Provisions made for the workers

Provisions were made in the share purchase agreement and shareholders agreement between the government, HLL, and MFIL.

Workers would enjoy protection under the industrial disputes act, 1947.

Retrenchment of workers would be according to the provisions of the Industrial Disputes Act (IDA) 1947, which also includes a clause on the process of retrenchment in the case of transfer of ownership or management. For this the following would be mandatory:

  • Prior notice
  • Government approval
  • Adequate compensation

However this clause would apply only during complete transfer of ownership. (The Government has privatised only 74% of MFIL, but has still assured that any retrenchment will be only under the clauses of the IDA).

The Hind Mazdoor Sabha has been handling the case of the workers of MFIL. Mr Nagpal, the General Secretary verified that not a single worker had been retrenched by HLL and that they did not have any complaints against HLL till date.

HLL's plan for MFIL

  1. HLL also initiated a scheme for revival of MFIL, which consisting of:
  2. Using HLL's strengths in wheat procurement etc. to aid MFIL
  3. HLL has also invested Rs. 20 crore in the revival package.4. Using superior marketing techniques5. Improvements in quality and distribution.6. Improvements in communication and treasur.

Latest developments

In February 2001, HLL was referred to Board of Industrial and Financial Reconstruction (BIFR). This came as a complete surprise as MFIL had nearly doubled its sales in the period after privatisation. No reasons were given by HLL for this action. The BIFR also refused to divulge the reasons on grounds of preserving confidentiality in this matter.

A Company may be referred to the BIFR under the provisions of the Sick Industrial Companies Act (SICA).

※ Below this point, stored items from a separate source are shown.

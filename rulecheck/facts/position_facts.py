"""Facts of switch positions: what each must do beside what it can do."""

from collections.abc import Iterable, Sequence

from rulecheck.capability import Capability, Direction
from rulecheck.demand import PositionDemand, Witness
from rulecheck.demand.evaluate import SMALL, SMALL_VOLTAGE
from rulecheck.facts.asked import Asked, largest, whole
from rulecheck.facts.facts import Subject, Value
from rulecheck.facts.free_path_facts import names_by_position
from rulecheck.facts.gate_pair import command_count, takes_turns
from rulecheck.facts.inputs import Inputs, at_least, group_name
from rulecheck.facts.position_build import (
    free_path_doubled,
    leakage_unguarded,
    parallel_alike,
    parallel_devices,
    peak_current,
    series_diode,
    shared_voltage,
)
from rulecheck.facts.waveform_facts import position_values
from rulecheck.parts import Part
from rulecheck.stage import Position
from rulecheck.values import Interval, Quadrant, QuadrantSet, Unknown

_FEW = 3
_MIRRORED = {
    Quadrant.I: Quadrant.III,
    Quadrant.II: Quadrant.IV,
    Quadrant.III: Quadrant.I,
    Quadrant.IV: Quadrant.II,
}


def collect(inputs: Inputs) -> tuple[Subject, ...]:
    """One subject a position; a position without a demand record has an unknown demand."""
    free_paths = names_by_position(inputs.demands)
    return tuple(_subject(inputs, p, free_paths) for p in inputs.stage.positions)


def _subject(
    inputs: Inputs, position: Position, free_paths: dict[tuple[str, str], tuple[str, ...]]
) -> Subject:
    demand = inputs.demands.positions[position.name]
    capability = inputs.capabilities.positions[position.name]
    devices = [inputs.part_by_name[name] for name in position.parts]
    return Subject(
        "position",
        position.name,
        {
            "from": position.start,
            "to": position.end,
            "gated": position.gated,
            **_demand_values(inputs, demand),
            **_capability_values(inputs, capability),
            **_build_values(inputs, position, capability, devices),
            "forbids": _forbids(inputs, position.name),
            "across-voltage": (position.start, position.end) in inputs.voltage_between,
            "turned": _turned(demand.quadrants, capability.quadrants),
            **position_values(inputs, position.name),
            "leakage-unguarded": leakage_unguarded(inputs, position),
            "tied": position.name not in inputs.group_of_position,
            "commands": command_count(inputs, position),
            "takes-turns": takes_turns(inputs, position),
        },
        _links(inputs, position, devices, free_paths),
        position.parts,
        (position.start, position.end),
        position.span,
        inputs.related_spans(position.parts),
    )


def _demand_values(inputs: Inputs, demand: PositionDemand) -> dict[str, Value]:
    voltage = Asked(demand.off_voltage, demand.off_low, demand.off_high)
    current = Asked(demand.on_current, demand.on_low, demand.on_high)
    return {
        "off-voltage": whole(inputs.demands, voltage),
        "on-current": whole(inputs.demands, current),
        "needs": _numerals(demand.quadrants),
        "needs-forward-blocking": _needs(demand.off_voltage, True, SMALL_VOLTAGE),
        "needs-reverse-blocking": _needs(demand.off_voltage, False, SMALL_VOLTAGE),
        "needs-forward-current": _needs(demand.on_current, True, 0.0),
        "needs-reverse-current": _needs(demand.on_current, False, 0.0),
        "asked-forward-voltage": largest(inputs.demands, voltage, True),
        "asked-reverse-voltage": largest(inputs.demands, voltage, False),
        "asked-forward-current": largest(inputs.demands, current, True),
        "asked-reverse-current": largest(inputs.demands, current, False),
        "forward-voltage-state": _state(demand.off_high),
        "reverse-voltage-state": _state(demand.off_low),
        "forward-current-state": _state(demand.on_high),
        "reverse-current-state": _state(demand.on_low),
    }


def _needs(span: Interval | Unknown, positive: bool, least: float) -> bool | Unknown:
    """Whether the range has that sign beyond what counts as none."""
    if isinstance(span, Unknown):
        return span
    small = max(least, SMALL * span.magnitude) if span.bounded else least
    return span.high > small if positive else span.low < -small


def _numerals(quadrants: QuadrantSet | Unknown) -> Value:
    return quadrants if isinstance(quadrants, Unknown) else quadrants.numerals


def _state(witness: Witness | None) -> str:
    if witness is None:
        return "no state"
    return f"the state with {' and '.join(witness.on) or 'nothing'} on"


def _capability_values(inputs: Inputs, capability: Capability) -> dict[str, Value]:
    values: dict[str, Value] = {"has": capability.quadrants.numerals}
    for way, direction in (("forward", capability.forward), ("reverse", capability.reverse)):
        values |= {
            f"holds-off-{way}": direction.holds_off,
            f"carries-{way}": direction.carries,
            f"freewheels-{way}": direction.freewheels,
            f"blocks-{way}": _blocks(direction),
            f"rated-{way}-current": _rated_current(direction),
            f"{way}-blocking-kinds": _kinds(inputs, direction.weakest),
            f"{way}-carrying-kinds": _kinds(inputs, direction.carried_by),
        }
    return values


def _blocks(direction: Direction) -> Value:
    return at_least(direction.blocks_at_least, direction.blocks, _of(direction.missing, "blocking"))


def _rated_current(direction: Direction) -> Value:
    return at_least(
        direction.current_at_least, direction.current, _of(direction.missing, "current")
    )


def _of(missing: Sequence[Unknown], word: str) -> tuple[Unknown, ...]:
    """The missing ratings of one sort; all of them where none says which it is."""
    return tuple(item for item in missing if word in item.what) or tuple(missing)


def _kinds(inputs: Inputs, names: Iterable[str]) -> tuple[str, ...]:
    return tuple(sorted({inputs.part_by_name[name].kind.value for name in names}))


def _build_values(
    inputs: Inputs, position: Position, capability: Capability, devices: Sequence[Part]
) -> dict[str, Value]:
    gates = {p.net for d in devices if d.gated for p in d.pins if p.role in ("gate", "base")}
    chain = max((capability.forward.weakest, capability.reverse.weakest), key=len)
    return {
        "kinds": _kinds(inputs, position.parts),
        "gated-devices": float(sum(device.gated for device in devices)),
        "gate-nets": float(len({inputs.merged(net) for net in gates})),
        "series-devices": float(len(chain)),
        "shared-voltage": shared_voltage(inputs, chain),
        "parallel-devices": float(parallel_devices(inputs, devices)),
        "parallel-alike": parallel_alike(inputs, devices),
        "peak-current": peak_current(devices),
        "series-diode": series_diode(capability.forward.carried_by, inputs.part_by_name),
        "free-path-doubled": free_path_doubled(inputs, devices),
    }


def _forbids(inputs: Inputs, name: str) -> str:
    """In words: the states of its group that its free path takes away from a stage in need."""
    group = inputs.group_of_position.get(name)
    if group is None or name not in group.forbidding or not group.forbidden_states:
        return "no needed state"
    states = [" and ".join(on) or "nothing" for on in group.forbidden_states]
    shown = ", or ".join(states[:_FEW]) + (", ..." if len(states) > _FEW else "")
    return f"the needed state{'s' if len(states) > 1 else ''} with {shown} on"


def _turned(needs: QuadrantSet | Unknown, has: QuadrantSet) -> bool | Unknown:
    if isinstance(needs, Unknown):
        return needs
    mirrored = QuadrantSet.of(_MIRRORED[quadrant] for quadrant in needs.members)
    return not needs.within(has) and mirrored.within(has)


def _links(
    inputs: Inputs,
    position: Position,
    devices: Sequence[Part],
    free_paths: dict[tuple[str, str], tuple[str, ...]],
) -> dict[str, tuple[str, ...] | Unknown]:
    name = position.name
    gates = {p.net for d in devices if d.gated for p in d.pins if p.role in ("gate", "base")}
    group = inputs.group_of_position.get(name)
    return {
        "devices": position.parts,
        "legs": _legs(inputs, name),
        "group": () if group is None else (group_name(group.positions),),
        "gate-drives": tuple(sorted({inputs.merged(net) for net in gates})),
        "interruptions": free_paths.get(("interrupted", name), ()),
        "shorts": free_paths.get(("short", name), ()),
        "recoveries": free_paths.get(("recovery", name), ()),
    }


def _legs(inputs: Inputs, name: str) -> tuple[str, ...] | Unknown:
    """Legs are named from the states, so without states nobody knows them."""
    legs = inputs.legs_of_position.get(name, ())
    group = inputs.group_of_position.get(name)
    if not legs and group is not None and not group.analysed:
        return Unknown(f"legs of {name}", f"a stage that works: {group.why_not}")
    return legs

Clause 22 of this act specifies the conditions under which legal proceedings, contracts etc. may be suspended.

The act states that " the Board may declare with respect to the sick industrial company concerned that the operation of all or any of the contracts, assurances of property, agreements, settlements, awards, standing orders or other instruments in force, to which such sick company is a party or which may be applicable to such sick industrial company immediately before the date of such order, shall remain suspended or that all or any of the rights, privileges, obligations and liabilities accruing or arising thereunder before the said date, shall remain suspended or shall be enforceable with such adoptions and in such a manner as may be specified by the Board."

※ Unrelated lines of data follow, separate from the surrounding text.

"""Facts of what happens with all gates off, and of free paths that another switch turns off."""

from collections.abc import Iterable, Mapping

from rulecheck.demand import Demands, FreeShort, HardCommutation, InterruptedCurrent
from rulecheck.facts.facts import Bounds, Subject, Value
from rulecheck.facts.inputs import Inputs, stated_number
from rulecheck.facts.recovery import (
    current_slope,
    peak_recovery_current,
    recovering_diodes,
    recovery_charge,
    recovery_time,
)
from rulecheck.facts.terms import SubjectTerm, link, number, span_of, text, texts, yes_no
from rulecheck.parts import Kind
from rulecheck.stage import Position
from rulecheck.values import Dimension, Interval, Unknown

V, A = Dimension.VOLTAGE, Dimension.CURRENT

FREE_PATH = SubjectTerm(
    "free-path",
    "A path that needs no gate: one that is missing, one that shorts, or one that recovers.",
    (
        text("sort", "`interrupted`, `short` or `recovery`."),
        text("carrier", "Of `interrupted`: the inductor, winding or port whose current it is."),
        text("direction", "Of `interrupted`: the way the current flows through the carrier."),
        span_of("current", Dimension.CURRENT, "Of `interrupted`: the current in that direction."),
        text("across", "Of `short`: the voltage that is shorted."),
        span_of("voltage", Dimension.VOLTAGE, "Of `short`: the range of that voltage."),
        text("by", "Of `recovery`: the position whose turning on ends the free conduction."),
        number("recovery-current", A, "Of `recovery`: the current turned off."),
        number("recovery-voltage", V, "Of `recovery`: the voltage that follows."),
        number("recovery-time", Dimension.TIME, "Of `recovery`: longest of the diodes' times."),
        number("recovery-charge", Dimension.CHARGE, "Of `recovery`: charge of its diodes."),
        number("recovery-peak", A, "Of `recovery`: peak of the abrupt recovery current itself."),
        number("period", Dimension.TIME, "Of `recovery`: the switching period of its leg."),
        text(
            "diode-sort",
            "Of `recovery`: `body`, `co-packed`, `discrete`, `channel`, or `beside` where an "
            "external diode lies beside one that nothing keeps out of conduction.",
        ),
        texts("diodes", "Of `recovery`: the devices whose free paths carry the current."),
        texts("shielded", "Of `recovery`: transistors whose own diode a series diode keeps out."),
        yes_no("has-shield", "Of `recovery`: there are such transistors."),
        number("series-blocking", V, "Of `recovery`: least blocking voltage of those diodes."),
    ),
    (
        link("positions", "position", "The positions that it runs, or should run, through."),
        link("inductors", "inductor", "Of `interrupted`: the inductor, where it is one."),
        link("turned-off-by", "position", "Of `recovery`: the position of `by`."),
    ),
)

_NOT_OF_THIS_SORT: dict[str, Value] = {
    **dict.fromkeys(("carrier", "direction", "across", "by", "diode-sort"), ""),
    **dict.fromkeys(("diodes", "shielded"), ()),
    "has-shield": False,
    **dict.fromkeys(("recovery-charge", "recovery-peak", "series-blocking"), 0.0),
    **dict.fromkeys(("current", "voltage"), Interval(0.0, 0.0)),
    **dict.fromkeys(("recovery-current", "recovery-voltage", "recovery-time", "period"), 0.0),
}


def collect(inputs: Inputs) -> tuple[Subject, ...]:
    demands = inputs.demands
    return (
        *(_interrupted(inputs, item) for item in demands.interrupted),
        *(_short(inputs, item) for item in demands.free_shorts),
        *(_recovery(inputs, item) for item in demands.hard_commutations),
    )


def names_by_position(demands: Demands) -> dict[tuple[str, str], tuple[str, ...]]:
    """By sort and position: the names of the free paths at it."""
    found: dict[tuple[str, str], list[str]] = {}
    for sort, name, positions in _named(demands):
        for position in positions:
            found.setdefault((sort, position), []).append(name)
    return {key: tuple(names) for key, names in found.items()}


def _named(demands: Demands) -> Iterable[tuple[str, str, tuple[str, ...]]]:
    for interrupted in demands.interrupted:
        yield "interrupted", interrupted_name(interrupted), interrupted.positions
    for short in demands.free_shorts:
        yield "short", short_name(short), short.positions
    for recovery in demands.hard_commutations:
        yield "recovery", recovery_name(recovery), (recovery.position,)


def interrupted_name(item: InterruptedCurrent) -> str:
    return f"{item.carrier} {item.direction}"


def short_name(item: FreeShort) -> str:
    return "+".join(item.positions)


def recovery_name(item: HardCommutation) -> str:
    return f"{item.position} by {item.by}"


def _interrupted(inputs: Inputs, item: InterruptedCurrent) -> Subject:
    parts = (item.carrier,) if item.carrier in inputs.part_by_name else ()
    parts = (*parts, *inputs.parts_of_positions(item.positions))
    part = inputs.part_by_name.get(item.carrier)
    values: dict[str, Value] = {
        "sort": "interrupted",
        "carrier": item.carrier,
        "direction": item.direction,
        "current": item.within,
    }
    links = {
        "positions": item.positions,
        "inductors": (part.name,) if part and part.kind is Kind.INDUCTOR else (),
    }
    return _subject(inputs, interrupted_name(item), values, links, parts, item.nets)


def _short(inputs: Inputs, item: FreeShort) -> Subject:
    known = [inputs.position_by_name[name] for name in item.positions]
    nets = tuple(dict.fromkeys(net for p in known for net in (p.start, p.end)))
    values: dict[str, Value] = {"sort": "short", "across": item.across, "voltage": item.voltage}
    links = {"positions": item.positions, "inductors": ()}
    parts = inputs.parts_of_positions(item.positions)
    return _subject(inputs, short_name(item), values, links, parts, nets)


def _recovery(inputs: Inputs, item: HardCommutation) -> Subject:
    position = inputs.position_by_name[item.position]
    values: dict[str, Value] = {
        "sort": "recovery",
        "by": item.by,
        "recovery-current": item.current,
        "recovery-voltage": item.voltage,
        "period": _period(inputs, item.position),
        **_diode_values(inputs, item, position),
    }
    links = {"positions": (item.position,), "inductors": (), "turned-off-by": (item.by,)}
    nets = (position.start, position.end)
    return _subject(inputs, recovery_name(item), values, links, position.parts, nets)


def _diode_values(inputs: Inputs, item: HardCommutation, position: Position) -> dict[str, Value]:
    forward = inputs.capabilities.positions[item.position].forward.freewheels
    found = recovering_diodes(inputs, position, forward)
    charge = recovery_charge(inputs, position, found.devices)
    series = [stated_number(inputs.part_by_name[n], "ratings.blocking") for n in found.series]
    known = [value for value in series if isinstance(value, float)]
    return {
        "recovery-time": recovery_time(inputs, found.devices),
        "recovery-charge": charge,
        "recovery-peak": _peak(inputs, item, charge),
        "diode-sort": found.sort,
        "diodes": found.devices,
        "shielded": found.shielded,
        "has-shield": bool(found.shielded),
        "series-blocking": next((v for v in series if v not in known), min(known, default=0.0)),
    }


def _peak(inputs: Inputs, item: HardCommutation, charge: Value) -> Value:
    """Of an abrupt diode, whose peak is the largest; open upwards where the charge is."""
    devices = inputs.parts_of_positions((item.by,))
    gated = [name for name in devices if inputs.part_by_name[name].gated]
    slope = current_slope(inputs, item.current, gated)
    if not isinstance(slope, float):
        return slope
    if isinstance(charge, Bounds):
        least = peak_recovery_current(charge.range.low, slope)
        return Bounds(Interval(least, float("inf")), charge.missing)
    return peak_recovery_current(charge, slope) if isinstance(charge, float) else charge


def _period(inputs: Inputs, position: str) -> Value:
    legs = inputs.legs_of_position.get(position, ())
    own = [inputs.stage.leg_switching[leg] for leg in legs if leg in inputs.stage.leg_switching]
    for switching in (*own, inputs.stage.switching):
        if switching.frequency:
            return 1.0 / switching.frequency
    return Unknown("switching frequency", "switching: {frequency: ...}")


def _subject(
    inputs: Inputs,
    name: str,
    values: Mapping[str, Value],
    links: Mapping[str, tuple[str, ...]],
    parts: tuple[str, ...],
    nets: tuple[str, ...],
) -> Subject:
    span, related = inputs.span_of_parts(parts), inputs.related_spans(parts)
    return Subject(
        "free-path", name, {**_NOT_OF_THIS_SORT, **values}, links, parts, nets, span, related
    )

In case of a loss of 50% of net worth a company may be referred to the BIFR. The BIFR has the authority to approve the scheme of revival in case it is put forth. The Board has yet to submit its report. In the meantime one can only hypothesise about the reasons for the submission of MFIL to BIFR and their subsequent action on it.

Lack of transparency

One of the main grievances of the Hind Mazdoor Sabha was the excessive secrecy surrounding this matter both on part of HLL as well as on part of the Government Mr. Nagpal, the General Secretary of the HMS said that he had written repeatedly to the Disinvestment Commission of GOI to request for a copy of the shareholders agreement but to no avail. The Government has withheld information on the same and to date do not have a copy of the shareholders agreement. This delay in obtaining the shareholders' agreement reflects the inherent lack of transparency.

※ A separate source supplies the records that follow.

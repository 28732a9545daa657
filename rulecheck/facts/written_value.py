"""What a passive part's value looks like as written: its unit, and letters that mislead.

C1 BUS 0 10uH     unit H, which does not fit a capacitor
R3 BUS 0 1M       M is milli in a netlist (Berkeley SPICE3f3 User's Manual, section 2.1)
C2 BUS 0 1F       F is femto there, not farad
"""

import re

from rulecheck.parts import Kind
from rulecheck.values.record import Record

_VALUE = re.compile(
    r"[+-]?(?:\d+\.?\d*|\.\d+)(?:[eE][+-]?\d+)?"
    r"(?P<scale>meg|mil|[tgkmunpfµμ])?(?P<unit>ohms?|Ω|Ω|farads?|henrys?|volts?|amps?|[fhva])?\Z",
    re.IGNORECASE,
)
_UNITS = {
    "o": "ohm",
    "ω": "ohm",
    "f": "F",
    "h": "H",
    "v": "V",
    "a": "A",
}
_FITTING = {Kind.RESISTOR: "ohm", Kind.CAPACITOR: "F", Kind.INDUCTOR: "H"}


class WrittenValue(Record):
    unit: str
    """Empty where none is written."""
    fits: bool
    misleading: bool
    """`1M` of a resistor is a milliohm, `1F` of a capacitor a femtofarad."""


def written_value(kind: Kind, text: str) -> WrittenValue:
    """Take the first word of a value text apart; other texts have nothing to object to."""
    word = text.split()[0] if text.split() else ""
    match = _VALUE.match(word)
    fitting = _FITTING.get(kind)
    if match is None or fitting is None:
        return WrittenValue("", True, False)
    scale, unit = match["scale"] or "", match["unit"] or ""
    name = _UNITS.get(unit[:1].casefold(), "")
    milli = kind is Kind.RESISTOR and scale == "M"
    femto = kind is Kind.CAPACITOR and scale.casefold() == "f" and not unit
    return WrittenValue(name, not name or name == fitting, milli or femto)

With the Government refusing to reveal as much as the shareholders' agreement, speculations about the fate of MFIL continue to spread. The HLL now claims that the assets that it received from the Government after the agreement fell short by Rs. 30 - 40 crore and hence it desires compensation for this shortfall. Others seem to think that this allegation is a ploy on the part of HLL to acquire the remaining 26% of the shares from the Government. Another line of thought is that since HLL maybe keen on shutting down a few unfeasible plants, but is not authorised to do so, it might be taking shelter under the BIFR umbrella to serve its ends.

Whatever may be the case, in the end, improper implementation of privatisation seems to be the bane of the idea. Issues of valuation, transparency and workers causes need to be addressed in a way satisfactory to all parties in the deal.